Sparkify is psuedo a music streaming app that allows users to sign up and stream music. Currently, Sparkify has limited analytics capabiity and needs to find a way to gather and query data to gain valuable insights from their users. Sparkify's data resides in a directory of JSON logs that captures user data and all pertinent metadata and will need to be modeled into a star schema that uses an ETL process to pull data from the JSON directory to a Postgres database. The process is meant to somewhat mimick pulling data from an API into a database.
The star schema will allow for a digestable format that users of the data can understand and query without having to complicate queries with multiple joins over a series of tables. Additionally, using an ETL process from JSON to Postgres will provide a a set of relational tables within a relational database which makes access for analytics much easier. Below is a short description and visual of the model.

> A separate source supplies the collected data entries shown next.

using Drypeak.Service.Hosting;

var builder = WebApplication.CreateBuilder(args).AddDrypeakHosting();
var app = builder.Build();
app.UseDrypeakHosting(_ => Results.Content("<!doctype html><title>Not found</title>", "text/html"));
if (args is ["openapi", var path])
{
    await app.ExportOpenApiAsync(path);
    return;
}

await app.RunAsync();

The star schema uses a fact table for songplays and four dimension tables (users, songs, artists, time). The DROP, CREATE, INSERT, and SELECT queries are defined in sql_queries.py, these queries are responsible for the Data Defintion Language of the database. The create_tables.py uses functions create_database, drop_tables, and create_tables to create the database sparkifydb and the required tables.

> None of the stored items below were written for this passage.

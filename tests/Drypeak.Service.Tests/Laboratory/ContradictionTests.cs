using System.Globalization;
using Xunit;

namespace Drypeak.Service.Tests.Laboratory;

/// <summary>What is given twice must agree: densities, masses and volumes to 0.2 %, water contents to 0.1 percentage points, both inclusive.</summary>
public sealed class ContradictionTests(RunningService service)
{
    /// <summary>A specimen at 10 % and 2.0 Mg/m³ wet, in a mold of 1000 cm³ and 5000 g, with one value given twice.</summary>
    [Theory]
    [InlineData("\"wetDensity\":{0}", 2.0 * 1.002, 2.0 * 1.0021, "wetDensity", "0.21 %")]
    [InlineData("\"wetDensity\":{0}", 2.0 * 0.998, 2.0 * 0.9979, "wetDensity", "0.21 %")]
    [InlineData("\"wetMass\":{0}", 2000 * 1.002, 2000 * 1.0021, "wetMass", "0.21 %")]
    [InlineData("\"dryDensity\":{0}", 2.0 / 1.1 * 1.002, 2.0 / 1.1 * 1.0021, "dryDensity", "0.21 %")]
    [InlineData("\"tins\":[{{\"tin\":0,\"wet\":{0},\"dry\":100}}]", 110.1, 110.11, "waterContent", "0.11 percentage points")]
    [InlineData("\"wetBasis\":{0}", 100 * 0.101 / 1.101, 100 * 0.1011 / 1.1011, "wetBasis", "0.11 percentage points")]
    [InlineData("\"carbide\":{{\"reading\":{0}}}", 100 * 0.099 / 1.099, 100 * 0.0989 / 1.0989, "carbide", "0.11 percentage points")]
    [InlineData("\"carbide\":{{\"reading\":{0},\"halfSample\":true}}", 50 * 0.101 / 1.101, 50 * 0.1011 / 1.1011, "carbide", "0.11 percentage points")]
    public async Task Two_values_of_one_quantity_agree_within_the_tolerance_and_no_further(
        string format, double atTheLimit, double beyond, string member, string apart)
    {
        string With(double value)
        {
            var twice = string.Format(CultureInfo.InvariantCulture, format, value.ToString("R", CultureInfo.InvariantCulture));
            return Body.With(("/mold", """{"mass":5000,"volume":1000}"""), ("/specimens", $$"""[{"moldAndWetSoil":7000,"waterContent":10,{{twice}}}]"""));
        }

        await service.AnswerAsync(With(atTheLimit));
        var refusal = await service.RefusalAsync(With(beyond));
        Assert.Equal(422, refusal.Status);
        Assert.Equal([$"/specimens/0/{member} contradiction"], refusal.Faults);
        Assert.Contains(apart + " apart", refusal.Message, StringComparison.Ordinal);
    }

    [Theory]
    [InlineData("""{"mass":4250,"volume":1000,"diameter":100,"height":128}""", "0.53 %")]
    [InlineData("""{"volume":943,"empty":4250,"withWater":5200}""", "0.92 %")]
    [InlineData("""{"empty":4250,"withWater":5198,"diameter":101.6,"height":116.4}""", "0.63 %")]
    public async Task The_ways_to_a_molds_volume_must_agree_and_are_complained_of_once(string mold, string apart)
    {
        var refusal = await service.RefusalAsync(Body.With("/mold", mold));
        Assert.Equal(422, refusal.Status);
        Assert.Equal(["/mold contradiction"], refusal.Faults);
        Assert.Contains(apart + " apart", refusal.Message, StringComparison.Ordinal);
    }

    [Fact]
    public async Task A_specimens_own_mold_is_held_against_itself_at_its_own_place()
    {
        var refusal = await service.RefusalAsync(Body.With("/specimens/2/mold", """{"volume":943,"diameter":101.6,"height":120}"""));
        Assert.Equal(["/specimens/2/mold contradiction"], refusal.Faults);
    }

    /// <summary>998.2067 kg/m³ at 20 °C: Tanaka et al. 2001 (CIPM), table.</summary>
    [Theory]
    [InlineData(0.9982067 * 1.0019, true)]
    [InlineData(0.9982067 * 1.0025, false)]
    public async Task A_density_of_water_must_agree_with_its_temperature(double density, bool agrees)
    {
        var body = Body.With(("/waterTemperature", "20"), ("/waterDensity", density.ToString("R", CultureInfo.InvariantCulture)));
        if (agrees)
        {
            await service.AnswerAsync(body);
            return;
        }

        var refusal = await service.RefusalAsync(body);
        Assert.Equal(["/waterDensity contradiction"], refusal.Faults);
        Assert.Contains("0.25 % apart", refusal.Message, StringComparison.Ordinal);
    }

    [Theory]
    [InlineData("""{"wetDensity":1.7,"dryDensity":1.8}""", "/specimens/0/dryDensity")]
    [InlineData("""{"moldAndWetSoil":4250,"waterContent":10}""", "/specimens/0/moldAndWetSoil")]
    [InlineData("""{"moldAndWetSoil":6.0642,"waterContent":10}""", "/specimens/0/moldAndWetSoil")]
    public async Task What_leaves_no_water_or_no_soil_is_a_contradiction(string specimen, string expected)
    {
        var refusal = await service.RefusalAsync(Body.WithSpecimens(specimen));
        Assert.Equal(422, refusal.Status);
        Assert.Equal([$"{expected} contradiction"], refusal.Faults);
    }

    [Fact]
    public async Task All_contradictions_of_a_test_are_told_at_once()
    {
        var refusal = await service.RefusalAsync(Body.With(
            ("/specimens/0/waterContent", "11"), ("/specimens/1/wetDensity", "1.9"), ("/specimens/2/wetMass", "1900"), ("/specimens/4/dryDensity", "1.9")));
        Assert.Equal(422, refusal.Status);
        Assert.Equal(
            ["/specimens/0/waterContent contradiction", "/specimens/1/wetDensity contradiction", "/specimens/2/wetMass contradiction", "/specimens/4/dryDensity contradiction"],
            refusal.Faults);
    }
}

The ETL process (Extract, transform, load) is composed of the python commands located in the etl.py file. These populate the songs and artists tables with data pulled from the JSON song files, data/song_data which creates the data pipeline that will continously stream from the app into the Postgres database. Processed data derived from the JSON log files, data/log_data, is used to populate time and users tables. For data users such as BI analysts or Data Scientist, they now have easy access to a realational model that allows for easy queries using SELECT, FROM, WHERE.
The pipleine process runs in the following way: Note: To execute scripts: python
- create_tables.py (This drops is exists and creates new tables).
- etl.py is run to extract the data from JSON files and load into the new tables.
- test.ipynb runs checks on the DDL and output of the queries by running multiple checks.
To safeguard against errors, test.ipny uses mutiple checks for constraints, common errors, datatype and conflicts. Should any errors occur, a warnign message appears below the cell to inform where the error is located.